Goal of the exercise >> The answer must be the number of lines in the listing below that contain "sigma", and nothing else.

··· Supplied material ···

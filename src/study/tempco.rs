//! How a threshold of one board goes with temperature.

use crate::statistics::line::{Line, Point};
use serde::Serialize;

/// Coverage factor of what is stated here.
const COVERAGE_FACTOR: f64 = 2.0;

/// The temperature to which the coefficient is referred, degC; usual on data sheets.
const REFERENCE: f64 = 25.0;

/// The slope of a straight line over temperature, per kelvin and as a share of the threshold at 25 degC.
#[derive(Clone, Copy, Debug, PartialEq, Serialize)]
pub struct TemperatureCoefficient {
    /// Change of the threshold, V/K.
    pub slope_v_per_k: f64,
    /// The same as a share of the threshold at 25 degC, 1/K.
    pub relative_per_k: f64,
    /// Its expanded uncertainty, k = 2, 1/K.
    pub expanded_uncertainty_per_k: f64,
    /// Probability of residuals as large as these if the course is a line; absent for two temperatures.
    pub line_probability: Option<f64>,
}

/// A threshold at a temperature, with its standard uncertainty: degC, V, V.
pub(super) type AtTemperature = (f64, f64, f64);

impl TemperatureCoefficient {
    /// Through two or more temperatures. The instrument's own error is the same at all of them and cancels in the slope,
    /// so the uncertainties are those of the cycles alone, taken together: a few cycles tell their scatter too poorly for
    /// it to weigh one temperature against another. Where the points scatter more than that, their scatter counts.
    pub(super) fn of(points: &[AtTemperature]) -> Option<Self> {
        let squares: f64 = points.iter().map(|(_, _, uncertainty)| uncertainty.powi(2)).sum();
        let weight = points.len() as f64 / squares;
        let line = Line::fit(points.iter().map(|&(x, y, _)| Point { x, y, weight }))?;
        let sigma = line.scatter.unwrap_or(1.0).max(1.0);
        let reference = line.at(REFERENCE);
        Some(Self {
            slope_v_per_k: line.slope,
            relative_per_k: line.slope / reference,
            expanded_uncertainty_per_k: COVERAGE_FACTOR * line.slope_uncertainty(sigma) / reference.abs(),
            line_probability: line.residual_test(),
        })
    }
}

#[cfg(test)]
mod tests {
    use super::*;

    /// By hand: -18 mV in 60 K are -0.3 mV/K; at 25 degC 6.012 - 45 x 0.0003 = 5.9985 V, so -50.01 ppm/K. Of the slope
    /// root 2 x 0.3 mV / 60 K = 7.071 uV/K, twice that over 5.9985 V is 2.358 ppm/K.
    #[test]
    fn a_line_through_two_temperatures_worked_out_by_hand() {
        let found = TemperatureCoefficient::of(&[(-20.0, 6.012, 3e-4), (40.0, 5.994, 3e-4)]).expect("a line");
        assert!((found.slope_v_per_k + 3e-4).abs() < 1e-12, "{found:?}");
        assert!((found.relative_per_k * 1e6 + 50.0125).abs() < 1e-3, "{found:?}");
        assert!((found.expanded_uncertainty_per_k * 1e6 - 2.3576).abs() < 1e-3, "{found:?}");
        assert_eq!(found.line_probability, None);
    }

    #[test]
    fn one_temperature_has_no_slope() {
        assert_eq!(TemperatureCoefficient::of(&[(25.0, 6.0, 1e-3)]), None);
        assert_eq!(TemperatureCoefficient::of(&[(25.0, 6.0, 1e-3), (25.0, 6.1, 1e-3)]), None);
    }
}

···
··· Supplied material ···

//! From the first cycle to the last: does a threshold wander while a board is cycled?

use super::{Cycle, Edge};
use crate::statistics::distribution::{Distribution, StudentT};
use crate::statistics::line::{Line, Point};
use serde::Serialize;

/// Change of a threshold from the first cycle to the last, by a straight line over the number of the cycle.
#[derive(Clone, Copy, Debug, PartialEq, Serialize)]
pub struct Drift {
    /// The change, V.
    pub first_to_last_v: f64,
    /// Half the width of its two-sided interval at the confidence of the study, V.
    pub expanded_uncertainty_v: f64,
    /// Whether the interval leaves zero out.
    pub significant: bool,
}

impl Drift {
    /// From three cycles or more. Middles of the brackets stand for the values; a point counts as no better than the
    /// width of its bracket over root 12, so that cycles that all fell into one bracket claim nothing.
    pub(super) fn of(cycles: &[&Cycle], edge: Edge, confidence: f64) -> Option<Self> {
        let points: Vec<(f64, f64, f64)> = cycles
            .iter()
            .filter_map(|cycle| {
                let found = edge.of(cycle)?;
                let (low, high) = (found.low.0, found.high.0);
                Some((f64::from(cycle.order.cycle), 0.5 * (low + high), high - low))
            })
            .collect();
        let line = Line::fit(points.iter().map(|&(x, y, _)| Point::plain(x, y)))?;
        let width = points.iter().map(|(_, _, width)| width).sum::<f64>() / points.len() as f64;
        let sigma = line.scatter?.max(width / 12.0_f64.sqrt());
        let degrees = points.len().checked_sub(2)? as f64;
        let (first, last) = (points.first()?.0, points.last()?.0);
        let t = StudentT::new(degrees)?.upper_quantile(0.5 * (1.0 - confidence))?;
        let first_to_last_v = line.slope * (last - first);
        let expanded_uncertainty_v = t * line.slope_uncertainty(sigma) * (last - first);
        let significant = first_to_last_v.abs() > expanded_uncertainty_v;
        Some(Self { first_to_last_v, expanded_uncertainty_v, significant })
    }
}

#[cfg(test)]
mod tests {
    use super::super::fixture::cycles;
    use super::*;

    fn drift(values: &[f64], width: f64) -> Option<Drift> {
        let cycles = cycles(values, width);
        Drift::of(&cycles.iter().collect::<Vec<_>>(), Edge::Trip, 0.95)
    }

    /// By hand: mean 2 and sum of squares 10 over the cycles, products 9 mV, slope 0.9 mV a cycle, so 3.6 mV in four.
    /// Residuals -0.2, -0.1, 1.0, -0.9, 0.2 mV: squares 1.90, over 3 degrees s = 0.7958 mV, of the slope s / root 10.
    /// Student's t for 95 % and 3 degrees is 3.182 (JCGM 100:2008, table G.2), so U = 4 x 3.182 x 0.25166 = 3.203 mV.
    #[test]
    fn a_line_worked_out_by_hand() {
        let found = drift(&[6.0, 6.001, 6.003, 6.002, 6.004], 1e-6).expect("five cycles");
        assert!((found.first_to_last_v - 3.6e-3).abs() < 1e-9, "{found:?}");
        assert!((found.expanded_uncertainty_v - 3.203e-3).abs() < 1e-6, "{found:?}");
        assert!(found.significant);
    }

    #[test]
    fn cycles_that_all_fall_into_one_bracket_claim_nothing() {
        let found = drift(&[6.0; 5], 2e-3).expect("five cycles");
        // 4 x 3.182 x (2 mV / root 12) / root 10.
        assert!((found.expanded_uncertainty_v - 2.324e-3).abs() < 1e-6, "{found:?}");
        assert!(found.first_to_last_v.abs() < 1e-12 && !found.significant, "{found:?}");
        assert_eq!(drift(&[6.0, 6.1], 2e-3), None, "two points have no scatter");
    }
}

···
··· Supplied material ···

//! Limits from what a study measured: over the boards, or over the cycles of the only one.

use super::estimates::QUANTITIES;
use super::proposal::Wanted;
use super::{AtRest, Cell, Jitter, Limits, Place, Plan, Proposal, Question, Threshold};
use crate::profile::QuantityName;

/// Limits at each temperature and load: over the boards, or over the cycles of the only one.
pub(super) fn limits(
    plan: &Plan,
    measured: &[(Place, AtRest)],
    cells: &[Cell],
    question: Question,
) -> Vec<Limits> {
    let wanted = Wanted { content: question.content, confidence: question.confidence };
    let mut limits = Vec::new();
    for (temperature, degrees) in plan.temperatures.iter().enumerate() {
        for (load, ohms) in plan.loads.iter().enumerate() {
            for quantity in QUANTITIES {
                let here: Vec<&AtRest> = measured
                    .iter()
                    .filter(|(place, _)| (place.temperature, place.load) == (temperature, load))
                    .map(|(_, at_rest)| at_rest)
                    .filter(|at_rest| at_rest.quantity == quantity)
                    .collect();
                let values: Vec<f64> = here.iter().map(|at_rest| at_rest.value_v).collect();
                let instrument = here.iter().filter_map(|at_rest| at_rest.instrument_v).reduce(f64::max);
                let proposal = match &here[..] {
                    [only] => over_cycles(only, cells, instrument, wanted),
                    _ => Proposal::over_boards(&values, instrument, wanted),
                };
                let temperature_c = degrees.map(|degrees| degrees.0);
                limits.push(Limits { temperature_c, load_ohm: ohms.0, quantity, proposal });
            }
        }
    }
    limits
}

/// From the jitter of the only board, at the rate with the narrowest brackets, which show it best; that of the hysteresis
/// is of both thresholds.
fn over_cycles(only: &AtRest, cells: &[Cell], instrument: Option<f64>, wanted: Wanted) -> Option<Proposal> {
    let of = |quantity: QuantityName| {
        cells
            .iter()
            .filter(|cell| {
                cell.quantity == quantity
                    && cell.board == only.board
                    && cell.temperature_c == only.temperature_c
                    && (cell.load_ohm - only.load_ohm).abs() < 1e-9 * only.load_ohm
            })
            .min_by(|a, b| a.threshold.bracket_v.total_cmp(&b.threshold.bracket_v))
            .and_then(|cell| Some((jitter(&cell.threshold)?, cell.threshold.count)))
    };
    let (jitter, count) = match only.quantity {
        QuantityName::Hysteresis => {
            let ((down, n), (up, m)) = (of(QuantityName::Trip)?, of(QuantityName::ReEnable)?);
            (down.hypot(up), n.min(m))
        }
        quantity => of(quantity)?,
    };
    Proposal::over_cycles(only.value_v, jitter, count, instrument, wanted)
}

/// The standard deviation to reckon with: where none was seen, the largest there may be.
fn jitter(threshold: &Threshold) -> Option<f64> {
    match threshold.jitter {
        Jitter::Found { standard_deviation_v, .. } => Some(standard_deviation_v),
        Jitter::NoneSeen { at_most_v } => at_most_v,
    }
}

···

Task result >> 4